ENTRIES PROVIDED:

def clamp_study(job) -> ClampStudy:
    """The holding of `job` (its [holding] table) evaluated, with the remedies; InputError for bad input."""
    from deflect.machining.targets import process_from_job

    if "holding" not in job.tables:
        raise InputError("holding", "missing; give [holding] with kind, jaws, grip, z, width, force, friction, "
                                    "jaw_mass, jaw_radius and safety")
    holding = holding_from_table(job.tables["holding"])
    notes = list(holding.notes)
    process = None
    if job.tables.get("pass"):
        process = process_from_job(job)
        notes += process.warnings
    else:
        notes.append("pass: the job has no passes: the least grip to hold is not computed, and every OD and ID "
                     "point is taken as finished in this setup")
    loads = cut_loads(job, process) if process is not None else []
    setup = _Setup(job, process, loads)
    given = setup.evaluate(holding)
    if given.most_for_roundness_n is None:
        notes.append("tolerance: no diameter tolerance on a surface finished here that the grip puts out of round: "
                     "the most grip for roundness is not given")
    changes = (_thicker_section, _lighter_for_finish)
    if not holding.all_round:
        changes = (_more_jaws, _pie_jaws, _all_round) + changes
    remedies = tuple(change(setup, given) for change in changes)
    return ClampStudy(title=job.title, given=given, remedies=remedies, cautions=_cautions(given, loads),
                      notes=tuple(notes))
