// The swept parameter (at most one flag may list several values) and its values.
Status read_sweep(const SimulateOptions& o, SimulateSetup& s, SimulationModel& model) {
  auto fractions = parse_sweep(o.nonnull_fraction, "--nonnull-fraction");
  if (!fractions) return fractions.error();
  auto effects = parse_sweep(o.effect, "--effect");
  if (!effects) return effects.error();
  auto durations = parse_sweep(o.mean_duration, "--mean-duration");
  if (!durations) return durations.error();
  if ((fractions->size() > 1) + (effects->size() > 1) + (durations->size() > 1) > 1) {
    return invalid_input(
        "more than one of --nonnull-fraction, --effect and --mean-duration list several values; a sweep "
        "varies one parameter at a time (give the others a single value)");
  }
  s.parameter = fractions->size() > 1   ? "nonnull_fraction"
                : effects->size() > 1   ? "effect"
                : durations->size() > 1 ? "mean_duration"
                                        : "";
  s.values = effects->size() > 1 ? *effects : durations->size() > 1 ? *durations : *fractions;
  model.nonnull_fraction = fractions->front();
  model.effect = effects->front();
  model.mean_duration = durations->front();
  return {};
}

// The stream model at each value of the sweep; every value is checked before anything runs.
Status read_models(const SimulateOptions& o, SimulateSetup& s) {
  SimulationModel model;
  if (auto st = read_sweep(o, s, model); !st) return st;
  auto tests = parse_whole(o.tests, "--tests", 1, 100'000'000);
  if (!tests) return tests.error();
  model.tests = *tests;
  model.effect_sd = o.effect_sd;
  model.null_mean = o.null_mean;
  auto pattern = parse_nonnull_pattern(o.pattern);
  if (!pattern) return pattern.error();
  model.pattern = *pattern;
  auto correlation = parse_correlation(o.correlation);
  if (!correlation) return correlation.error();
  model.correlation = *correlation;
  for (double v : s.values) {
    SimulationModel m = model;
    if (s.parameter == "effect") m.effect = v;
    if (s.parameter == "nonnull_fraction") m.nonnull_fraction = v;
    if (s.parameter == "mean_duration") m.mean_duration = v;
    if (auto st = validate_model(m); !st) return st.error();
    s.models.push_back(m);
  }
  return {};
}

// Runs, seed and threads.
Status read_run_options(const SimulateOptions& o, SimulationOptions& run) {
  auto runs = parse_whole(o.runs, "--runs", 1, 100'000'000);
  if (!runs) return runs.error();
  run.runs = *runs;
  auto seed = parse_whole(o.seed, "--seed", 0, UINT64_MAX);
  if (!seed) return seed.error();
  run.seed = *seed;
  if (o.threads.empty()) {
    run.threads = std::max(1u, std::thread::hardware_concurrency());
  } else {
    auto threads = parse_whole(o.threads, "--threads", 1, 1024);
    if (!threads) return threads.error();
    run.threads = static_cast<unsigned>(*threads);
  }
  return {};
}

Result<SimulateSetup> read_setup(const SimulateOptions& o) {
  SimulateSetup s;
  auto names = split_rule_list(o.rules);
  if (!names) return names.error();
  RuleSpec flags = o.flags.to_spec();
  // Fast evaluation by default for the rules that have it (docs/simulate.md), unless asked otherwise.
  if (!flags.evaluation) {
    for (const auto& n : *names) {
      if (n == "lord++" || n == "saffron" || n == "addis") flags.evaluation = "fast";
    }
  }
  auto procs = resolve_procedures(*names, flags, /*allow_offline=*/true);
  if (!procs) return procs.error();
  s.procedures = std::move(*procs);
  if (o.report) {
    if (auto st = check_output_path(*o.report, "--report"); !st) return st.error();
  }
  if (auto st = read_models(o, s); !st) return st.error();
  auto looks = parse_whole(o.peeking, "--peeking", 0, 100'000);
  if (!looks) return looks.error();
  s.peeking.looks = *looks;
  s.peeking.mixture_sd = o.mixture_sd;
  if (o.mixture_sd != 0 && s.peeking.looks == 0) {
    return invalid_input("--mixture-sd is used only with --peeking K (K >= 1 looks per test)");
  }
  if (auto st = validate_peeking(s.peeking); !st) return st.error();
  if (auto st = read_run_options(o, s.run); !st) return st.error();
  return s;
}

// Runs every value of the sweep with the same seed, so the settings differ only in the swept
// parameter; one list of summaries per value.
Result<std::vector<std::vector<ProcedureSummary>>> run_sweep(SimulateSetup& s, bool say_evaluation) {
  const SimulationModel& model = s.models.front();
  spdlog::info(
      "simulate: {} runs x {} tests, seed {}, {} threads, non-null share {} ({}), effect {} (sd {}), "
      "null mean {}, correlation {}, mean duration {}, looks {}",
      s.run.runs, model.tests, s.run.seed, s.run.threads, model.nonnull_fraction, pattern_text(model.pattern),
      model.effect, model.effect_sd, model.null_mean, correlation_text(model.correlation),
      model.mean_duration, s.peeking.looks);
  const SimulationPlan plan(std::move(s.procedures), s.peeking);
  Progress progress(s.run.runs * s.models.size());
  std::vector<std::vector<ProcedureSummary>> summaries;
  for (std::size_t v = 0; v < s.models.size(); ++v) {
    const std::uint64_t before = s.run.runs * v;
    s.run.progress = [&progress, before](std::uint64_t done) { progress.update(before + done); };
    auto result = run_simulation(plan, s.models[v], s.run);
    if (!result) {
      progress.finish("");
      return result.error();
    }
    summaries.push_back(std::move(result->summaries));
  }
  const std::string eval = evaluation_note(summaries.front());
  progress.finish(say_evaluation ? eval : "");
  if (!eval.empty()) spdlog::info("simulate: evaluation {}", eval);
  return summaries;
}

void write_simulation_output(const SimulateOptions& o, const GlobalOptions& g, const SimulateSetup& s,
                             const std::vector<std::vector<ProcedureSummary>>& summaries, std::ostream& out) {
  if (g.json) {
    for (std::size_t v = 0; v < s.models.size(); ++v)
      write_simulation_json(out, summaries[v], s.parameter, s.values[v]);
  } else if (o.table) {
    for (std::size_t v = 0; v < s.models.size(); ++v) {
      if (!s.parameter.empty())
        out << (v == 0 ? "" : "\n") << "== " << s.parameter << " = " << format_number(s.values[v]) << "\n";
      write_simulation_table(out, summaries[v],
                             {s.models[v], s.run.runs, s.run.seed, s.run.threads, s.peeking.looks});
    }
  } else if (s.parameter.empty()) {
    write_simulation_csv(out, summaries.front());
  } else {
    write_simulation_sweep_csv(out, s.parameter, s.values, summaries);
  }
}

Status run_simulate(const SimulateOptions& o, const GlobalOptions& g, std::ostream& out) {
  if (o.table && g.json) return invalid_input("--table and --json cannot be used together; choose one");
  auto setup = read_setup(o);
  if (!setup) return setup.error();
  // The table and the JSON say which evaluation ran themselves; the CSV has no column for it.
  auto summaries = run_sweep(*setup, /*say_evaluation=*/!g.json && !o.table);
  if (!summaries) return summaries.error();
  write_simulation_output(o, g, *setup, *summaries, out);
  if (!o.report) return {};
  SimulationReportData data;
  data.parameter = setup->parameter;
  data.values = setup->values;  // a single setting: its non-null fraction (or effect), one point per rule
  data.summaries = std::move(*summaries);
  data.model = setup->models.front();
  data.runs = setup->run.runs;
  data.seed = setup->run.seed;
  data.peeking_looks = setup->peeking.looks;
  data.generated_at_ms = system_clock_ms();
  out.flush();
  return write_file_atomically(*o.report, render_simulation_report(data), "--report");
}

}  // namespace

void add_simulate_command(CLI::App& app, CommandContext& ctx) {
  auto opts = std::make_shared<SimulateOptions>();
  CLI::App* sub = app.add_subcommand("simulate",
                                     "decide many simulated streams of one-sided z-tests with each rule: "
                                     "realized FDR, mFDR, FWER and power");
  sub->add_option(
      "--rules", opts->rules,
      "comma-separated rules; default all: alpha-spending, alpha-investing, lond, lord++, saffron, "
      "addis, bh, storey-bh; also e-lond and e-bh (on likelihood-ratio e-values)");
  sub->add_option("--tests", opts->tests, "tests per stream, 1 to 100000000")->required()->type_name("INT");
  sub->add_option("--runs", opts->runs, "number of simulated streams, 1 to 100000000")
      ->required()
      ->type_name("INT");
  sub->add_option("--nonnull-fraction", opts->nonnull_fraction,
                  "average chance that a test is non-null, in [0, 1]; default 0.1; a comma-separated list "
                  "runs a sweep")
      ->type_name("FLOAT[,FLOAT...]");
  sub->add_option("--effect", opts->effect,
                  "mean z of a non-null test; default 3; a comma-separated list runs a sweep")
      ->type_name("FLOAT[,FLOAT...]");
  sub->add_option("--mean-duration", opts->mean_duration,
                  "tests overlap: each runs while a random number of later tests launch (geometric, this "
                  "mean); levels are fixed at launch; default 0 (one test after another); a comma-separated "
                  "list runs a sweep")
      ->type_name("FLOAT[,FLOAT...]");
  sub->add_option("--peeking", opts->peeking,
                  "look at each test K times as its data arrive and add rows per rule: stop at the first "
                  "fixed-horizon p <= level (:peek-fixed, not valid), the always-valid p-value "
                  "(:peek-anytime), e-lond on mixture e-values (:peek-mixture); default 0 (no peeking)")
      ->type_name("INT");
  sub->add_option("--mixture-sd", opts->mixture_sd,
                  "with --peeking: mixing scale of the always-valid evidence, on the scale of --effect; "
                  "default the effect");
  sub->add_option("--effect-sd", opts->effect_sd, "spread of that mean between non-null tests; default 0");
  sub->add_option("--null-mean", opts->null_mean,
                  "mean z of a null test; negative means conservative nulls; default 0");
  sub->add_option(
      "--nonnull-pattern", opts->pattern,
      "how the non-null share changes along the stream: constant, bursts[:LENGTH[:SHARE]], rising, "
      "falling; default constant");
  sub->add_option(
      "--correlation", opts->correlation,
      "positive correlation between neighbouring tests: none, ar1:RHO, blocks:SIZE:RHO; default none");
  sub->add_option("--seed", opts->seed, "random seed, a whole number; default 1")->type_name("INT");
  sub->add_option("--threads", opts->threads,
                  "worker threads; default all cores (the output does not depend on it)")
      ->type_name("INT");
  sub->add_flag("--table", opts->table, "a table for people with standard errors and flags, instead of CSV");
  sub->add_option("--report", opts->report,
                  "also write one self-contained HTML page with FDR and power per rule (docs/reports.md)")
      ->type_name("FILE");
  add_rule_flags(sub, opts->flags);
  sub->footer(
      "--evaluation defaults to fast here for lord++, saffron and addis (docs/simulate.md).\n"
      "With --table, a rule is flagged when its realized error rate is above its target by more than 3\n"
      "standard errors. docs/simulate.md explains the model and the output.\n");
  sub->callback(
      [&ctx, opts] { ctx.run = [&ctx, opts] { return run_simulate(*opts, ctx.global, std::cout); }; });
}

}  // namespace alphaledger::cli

YOUR OBJECTIVE:
Count how many lines above contain the word "power". Reply with the number alone.

YOUR SOLUTION:
2